I have four belkin surge protectors. No issues so far. Belkin has "power" and "ground" indicators. I use that MX plug checking device to see if a plug is all okay before I connect anything to it. Maybe not use this to connect other stuff on it, but at least keep and use as an indicator.


----------



## shreeux (Mar 8, 2017)

bssunilreddy said:


> Get any Belkin Surge Protector which are good quality rather going with local ones with LED indicator lights.
> 
> Sent from my Lenovo K33a42 using Tapatalk




1.If buy Belkin product if any other circuit problem in future...How will know that's my doubt.


or Any other separate indicator meter available?


2.An indicator shows "Neutral open" can I use same like this any problem will occur?


----------



## shreeux (Mar 8, 2017)

The Sorcerer said:


> I have four belkin surge protectors. No issues so far. Belkin has "power" and "ground" indicators. I use that MX plug checking device to see if a plug is all okay before I connect anything to it. Maybe not use this to connect other stuff on it, but at least keep and use as an indicator.



I check with Belkin product there is no "power" and "ground" indicators.


----------



## The Sorcerer (Mar 8, 2017)

shreeux said:


> I check with Belkin product there is no "power" and "ground" indicators.



Oh...

Mine are the older ones. It seems the newer ones don't have them! :-\


----------



## bssunilreddy (Mar 8, 2017)

Check this from Anchor:Anchor Power Strip 4 Way with Individual Switch Anchor Power Strip 4 Way with Individual Switch: copper: Amazon.in: Computers & Accessories

It has individual switches and indicator as well.

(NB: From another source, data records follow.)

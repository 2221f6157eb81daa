"""Replay speed: the fast LRU and optimum against the reference path and a plain OrderedDict LRU.

The trace is a recorded one (default: ``moerun record`` over the bundled model's heldout.txt,
written to a temporary file), repeated end to end until it holds at least ``--min-accesses``
expert accesses; repeating keeps its routing statistics, and the copies join like one long text.
Every figure comes from this run: wall time of each replay (best of ``--repeat``), including
building the access schedule from the trace arrays, divided into the number of decode accesses.

- fast LRU, one quota: ``replay.replay_counts(trace, "lru", [slots])``
- fast LRU, every quota 1..n_experts in one call (reported as accesses x quotas per second)
- fast optimum (Belady's MIN with the pool's pinning), one quota
- reference path (Residency + policy objects) for LRU, on a prefix of the trace
- reference path for each policy in ``--evict`` (default ``markov``), on the same prefix, with its
  cost in ns per access (router probabilities from the trace, when it has them, reach the policy)
- baseline: one ``collections.OrderedDict`` per layer, plain LRU without pinning, over the same
  token rows (``move_to_end`` on a hit, ``popitem(last=False)`` when over the quota)

Usage: python scripts/bench_replay.py [--trace FILE] [--min-accesses N] [--slots N] [--repeat N] [--evict P,P] [--json]

It imports ``_bench`` first, before numpy and moerun: one BLAS thread, and the helpers the
benchmarks share.
"""

from __future__ import annotations

import argparse
import contextlib
import io
import json
import platform
import sys
import tempfile
from collections import OrderedDict
from pathlib import Path

import _bench  # first: one BLAS thread before numpy is imported; the shared helpers
import numpy as np

from moerun.cli import main as cli
from moerun.files.trace import Trace, read_trace
from moerun.sim import report as replay


def ordered_dict_lru(experts: np.ndarray, slots: int) -> tuple[int, int]:
    """Plain LRU per layer with an OrderedDict: (accesses, misses)."""
    L = experts.shape[1]
    caches = [OrderedDict() for _ in range(L)]
    misses = accesses = 0
    for token in experts.tolist():
        for layer, row in enumerate(token):
            od = caches[layer]
            for e in row:
                if e < 0:
                    continue
                accesses += 1
                if e in od:
                    od.move_to_end(e)
                else:
                    misses += 1
                    od[e] = None
                    if len(od) > slots:
                        od.popitem(last=False)
    return accesses, misses


def main() -> int:
    ap = argparse.ArgumentParser(description=__doc__.splitlines()[0])
    ap.add_argument("--trace", help="trace to repeat (default: record the bundled model's heldout.txt)")
    ap.add_argument("--min-accesses", type=int, default=2_000_000)
    ap.add_argument("--slots", type=int, default=4, help="quota per layer for the one-quota runs (default 4)")
    ap.add_argument("--repeat", type=int, default=3, help="best of N runs per figure (default 3)")
    ap.add_argument("--reference-accesses", type=int, default=200_000, help="prefix replayed by the reference path")
    ap.add_argument("--evict", default="markov", help="policies also timed on the reference path, e.g. markov,lrfu (default markov)")
    ap.add_argument("--json", action="store_true")
    args = ap.parse_args()

    if args.trace:
        source_path = Path(args.trace)
        source = f"{source_path}"
    else:
        source_path = Path(tempfile.mkdtemp()) / "heldout.npz"
        with contextlib.redirect_stdout(io.StringIO()):  # keep stdout for this script's own output
            code = cli.main(["record", "--trace", str(source_path), "--json"])
        if code != 0:
            return code
        source = "moerun record over tiny_models/pebble/heldout.txt"
    base = read_trace(source_path)
    per_copy = int((base.experts >= 0).sum())
    copies = -(-args.min_accesses // per_copy)
    experts = np.concatenate([base.experts] * copies)
    probs = np.concatenate([base.probs] * copies) if base.probs is not None else None
    trace = Trace(experts, meta={"n_experts": base.n_experts, "prefill_tokens": 0}, probs=probs)
    n = int((experts >= 0).sum())
    E = trace.n_experts
    C = args.slots

    # interleaved, so that the fast path and the baseline see the same load on a shared machine
    t_lru = t_all = t_base = float("inf")
    for _ in range(args.repeat):
        t, lru = _bench.best_of(lambda: replay.replay_counts(trace, "lru", [C]), 1)
        t_lru = min(t_lru, t)
        t, (n_base, base_misses) = _bench.best_of(lambda: ordered_dict_lru(experts, C), 1)
        t_base = min(t_base, t)
        t, _ = _bench.best_of(lambda: replay.replay_counts(trace, "lru", list(range(1, E + 1))), 1)
        t_all = min(t_all, t)
    t_opt, opt = _bench.best_of(lambda: replay.replay_counts(trace, "optimal", [C]), max(1, args.repeat - 1))

    tokens_ref = max(1, args.reference_accesses * trace.n_tokens // n)
    ref_trace = Trace(experts[:tokens_ref], meta=trace.meta, probs=probs[:tokens_ref] if probs is not None else None)
    n_ref = int((ref_trace.experts >= 0).sum())
    t_ref, ref = _bench.best_of(lambda: replay.replay_counts(ref_trace, "lru", [C], fast=False), 1)
    fast_prefix = replay.replay_counts(ref_trace, "lru", [C])
    same_prefix = [c.misses for c in ref[C]] == [c.misses for c in fast_prefix[C]]

    extra = [name for name in replay.parse_policies(args.evict) if name != "lru"]
    t_pol = dict.fromkeys(extra, float("inf"))
    for _ in range(max(1, args.repeat - 1)):  # interleaved with the lru reference path, same load on a shared machine
        t, _ = _bench.best_of(lambda: replay.replay_counts(ref_trace, "lru", [C], fast=False), 1)
        t_ref = min(t_ref, t)
        for name in extra:
            t, _ = _bench.best_of(lambda name=name: replay.replay_counts(ref_trace, name, [C], fast=False), 1)
            t_pol[name] = min(t_pol[name], t)
    ns_per_access = {"lru": 1e9 * t_ref / n_ref, **{name: 1e9 * t / n_ref for name, t in t_pol.items()}}

    lru_misses = sum(c.misses for c in lru[C])
    rows = {
        "fast lru, one quota": n / t_lru,
        f"fast lru, quotas 1..{E} in one call": n * E / t_all,
        "fast optimum, one quota": n / t_opt,
        "reference path (Residency + LRU)": n_ref / t_ref,
        **{f"reference path (Residency + {name})": n_ref / t for name, t in t_pol.items()},
        "OrderedDict lru (plain, no pinning)": n_base / t_base,
    }
    doc = {
        "trace": source,
        "copies": copies,
        "tokens": trace.n_tokens,
        "layers": trace.n_layers,
        "top_k": trace.top_k,
        "n_experts": E,
        "accesses": n,
        "slots": C,
        "accesses_per_s": rows,
        "seconds": {"fast_lru": t_lru, "fast_lru_all_quotas": t_all, "fast_optimal": t_opt, "reference_lru_prefix": t_ref, "ordered_dict_lru": t_base},
        "reference_prefix_accesses": n_ref,
        "reference_ns_per_access": ns_per_access,
        "policy_ns_per_access_over_lru": {name: v - ns_per_access["lru"] for name, v in ns_per_access.items() if name != "lru"},
        "trace_has_probs": probs is not None,
        "speedup_fast_lru_over_ordered_dict": t_base / t_lru,
        "misses": {
            "fast_lru": lru_misses,
            "fast_optimal": sum(c.misses for c in opt[C]),
            "ordered_dict_lru_no_pinning": base_misses,
        },
        "fast_equals_reference_on_prefix": same_prefix,
        "python": platform.python_version(),
        "numpy": np.__version__,
        "note": "wall time, best of runs (fast lru and the baseline interleaved), schedule building included; one BLAS thread",
    }
    if args.json:
        json.dump(doc, sys.stdout, indent=2)
        sys.stdout.write("\n")
        return 0
    print(f"trace: {source}, repeated {copies}x: {trace.n_tokens} tokens x {trace.n_layers} layers, top-{trace.top_k} of {E}; {n} accesses")
    print(f"quota {C} slots per layer; best of {args.repeat} interleaved runs; Python {doc['python']}, numpy {doc['numpy']}")
    w = max(len(k) for k in rows)
    for k, v in rows.items():
        print(f"  {k:<{w}}  {v / 1e6:8.2f} M accesses/s")
    print(f"fast lru is {t_base / t_lru:.1f}x the OrderedDict baseline")
    for name, v in ns_per_access.items():
        over = f" ({v - ns_per_access['lru']:+.0f} ns over lru)" if name != "lru" else ""
        print(f"reference path with {name}: {v:.0f} ns per access{over}")
    print(
        f"misses at {C} slots: fast lru {lru_misses}, optimum {doc['misses']['fast_optimal']}, "
        f"OrderedDict lru without pinning {base_misses}; fast = reference on the {n_ref}-access prefix: {same_prefix}"
    )
    return 0


if __name__ == "__main__":
    raise SystemExit(main())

Sent from my Lenovo K33a42 using Tapatalk


----------



## shreeux (Mar 8, 2017)

bssunilreddy said:


> Check this from Anchor:Anchor Power Strip 4 Way with Individual Switch Anchor Power Strip 4 Way with Individual Switch: copper: Amazon.in: Computers & Accessories
> 
> It has individual switches and indicator as well.
> 
> Sent from my Lenovo K33a42 using Tapatalk



Thanks for suggestions...

Today went to MX Dealer for inquiry and display about "MX Surge Protector" and bought "AC line Fault Detector" for 150rs.
*MX AC LINE FAULT DETECTOR - MX 1177: Amazon.in: Industrial &amp; Scientific*


----------



## shreeux (Mar 8, 2017)

Today bought "MX AC LINE FAULT DETECTOR" in MX Dealer for Rs.150/-.

*i.imgur.com/pfGIImv.jpg


----------



## shreeux (Mar 8, 2017)

Today went to MX Dealer for inquiry about "MX Surge Protector"

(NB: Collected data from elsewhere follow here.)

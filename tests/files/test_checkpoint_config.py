"""moerun.files.ckpt_config: an open checkpoint's config.json as a validated record, both spellings, each refusal one line.

Facts from /work/shared/OPEN-CHECKPOINTS.md; the library defaults are those of transformers' config classes.
"""

from __future__ import annotations

import json

import pytest
from hypothesis import given, settings
from hypothesis import strategies as st
from test_checkpoint import TYPES, raw_config

from moerun.errors import BadModelFile
from moerun.files.ckpt_config import SUPPORTED_TYPES, load_checkpoint_config, parse_checkpoint_config


def refused(raw: dict, *fragments: str) -> str:
    with pytest.raises(BadModelFile) as ei:
        parse_checkpoint_config(raw, where="ck/config.json")
    msg = str(ei.value)
    assert "\n" not in msg and msg.startswith("ck/config.json: ")
    for f in fragments:
        assert f in msg, msg
    return msg


def without(raw: dict, *keys: str) -> dict:
    return {k: v for k, v in raw.items() if k not in keys}


@pytest.mark.parametrize("mt", TYPES)
def test_the_4x_and_5x_spellings_give_the_same_record(mt):
    a = parse_checkpoint_config(raw_config(mt, "4x", "bfloat16"))
    b = parse_checkpoint_config(raw_config(mt, "5x", "bfloat16"))
    assert a == b
    assert a.rope_theta == 1e6 and a.dtype == "BF16" and a.num_experts == 4


def test_a_qwen3_moe_record_reads_every_field():
    c = parse_checkpoint_config(raw_config("qwen3_moe", "5x", "float16"))
    assert (c.model_type, c.hidden_size, c.num_layers, c.num_heads, c.num_kv_heads, c.head_dim) == ("qwen3_moe", 16, 3, 4, 2, 6)
    assert (c.num_experts, c.top_k, c.expert_width, c.dense_width) == (4, 2, 8, 24)
    assert c.mlp_only_layers == (1,) and c.decoder_sparse_step == 1 and c.moe_layers == (0, 2)
    assert c.shared_expert_width == 0 and c.norm_topk_prob is True and c.rms_norm_eps == 1e-6
    assert (c.dtype, c.tie_word_embeddings, c.vocab_size, c.max_position_embeddings) == ("F16", False, 32, 128)
    assert c.qkv_bias is False and c.clip_qkv is None and c.qk_norm == "per_head"
    assert (c.q_dim, c.kv_dim) == (24, 12)  # head_dim 6 differs from hidden / heads = 4


def test_a_qwen2_moe_record_has_biases_and_a_shared_expert():
    c = parse_checkpoint_config(raw_config("qwen2_moe"))
    assert c.qkv_bias and c.shared_expert_width == 12 and c.qk_norm == "none" and c.head_dim == 4
    assert c.moe_layers == (1, 2) and c.dense_width == 24
    assert parse_checkpoint_config(raw_config("qwen2_moe", "5x", qkv_bias=False)).qkv_bias is False
    assert parse_checkpoint_config(without(raw_config("qwen2_moe"), "qkv_bias")).qkv_bias is True  # 4.x: always


def test_an_olmoe_record_takes_its_expert_width_from_intermediate_size_and_every_layer_is_moe():
    c = parse_checkpoint_config(raw_config("olmoe", clip_qkv=8.0))
    assert c.expert_width == 8 and c.dense_width == 0 and c.moe_layers == (0, 1)
    assert c.qk_norm == "full" and c.clip_qkv == 8.0 and c.shared_expert_width == 0
    assert c.is_moe_layer(5) and c.is_moe_layer(0)  # every layer, whatever the number


@pytest.mark.parametrize("mt", TYPES)
def test_absent_fields_take_each_types_library_default(mt):
    raw = without(raw_config(mt), "norm_topk_prob", "rms_norm_eps", "rope_theta", "rope_scaling", "torch_dtype",
                  "tie_word_embeddings", "max_position_embeddings", "head_dim", "mlp_only_layers", "decoder_sparse_step",
                  "hidden_act", "use_sliding_window", "sliding_window", "clip_qkv", "attention_bias")
    if mt != "olmoe":
        raw["intermediate_size"] = 24
    c = parse_checkpoint_config(raw)
    assert c.norm_topk_prob is False  # the config classes default to false (the real 30B model sets true)
    assert c.rms_norm_eps == {"qwen3_moe": 1e-6, "qwen2_moe": 1e-6, "olmoe": 1e-5}[mt]
    assert c.max_position_embeddings == {"qwen3_moe": 32768, "qwen2_moe": 32768, "olmoe": 4096}[mt]
    assert c.rope_theta == 10000.0 and c.dtype is None and c.tie_word_embeddings is False
    assert c.head_dim == 4 and c.mlp_only_layers == () and c.decoder_sparse_step == 1
    assert c.moe_layers == tuple(range(c.num_layers))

Found interest thing in *MX Spike& Surge Protector 6 Universal Socket, W/ Individual Fuse & CHILD SAFETY SHUTTER

It has "EMI/RFI Noise Filter " other than Belkin features.*



*i.imgur.com/VeKnAPr.jpg

*

Also found Good features marked in red arrow.*



*i.imgur.com/6i53QkN.jpg



*Also chosen Belkin Essential Series 8-Socket Surge Protector it's fewer features compared to MX.*,



*i.imgur.com/1n4CnFM.jpg

*
Suggestions Welcome...!!!*


----------



## shreeux (Mar 8, 2017)

After bought "MX AC LINE FAULT DETECTOR" checked with direct plug with my surge protector. Found my surge protector was faulty. Finally home wiring was good. Now looking for good Surge Protector.


*i.imgur.com/lNu8hwe.jpg


*i.imgur.com/ZoSswqT.jpg


----------



## The Sorcerer (Mar 10, 2017)

Yes its a useful little device.


----------



## saswat23 (Mar 11, 2017)

CyberPower BO820SAO-UN 8-Outlet Surge Protector: Amazon.in: Computers &amp; Accessorie

APC P8U2-IN 8-Socket Surge Protector: Amazon.in: Computers &amp; Accessorie


----------



## shreeux (Mar 11, 2017)

saswat23 said:


> CyberPower BO820SAO-UN 8-Outlet Surge Protector: Amazon.in: Computers &amp; Accessorie
> 
> APC P8U2-IN 8-Socket Surge Protector: Amazon.in: Computers &amp; Accessorie



Thanks for recommend..But currently, choose...MX and Belkin..either one buy within a week...


----------



## shreeux (Mar 17, 2017)

Even though select BELKIN Essential Series 8-Socket Surge Protector

Finally bought MX Surge Protector for 1100/- Due to EMI/RFI filter...Next will be Belkin for TV set.


*i.imgur.com/RLkJGaD.jpg

*i.imgur.com/JLyGO23.jpg


----------



## shreeux (Mar 17, 2017)

Bought @ 270/-

*i.imgur.com/W0Yri2f.jpg


----------



## saswat23 (Mar 18, 2017)

You already bought a 8 socket Surge protector. What's the need of this single one then?


----------



## shreeux (Mar 20, 2017)

saswat23 said:


> You already bought a 8 socket Surge protector. What's the need of this single one then?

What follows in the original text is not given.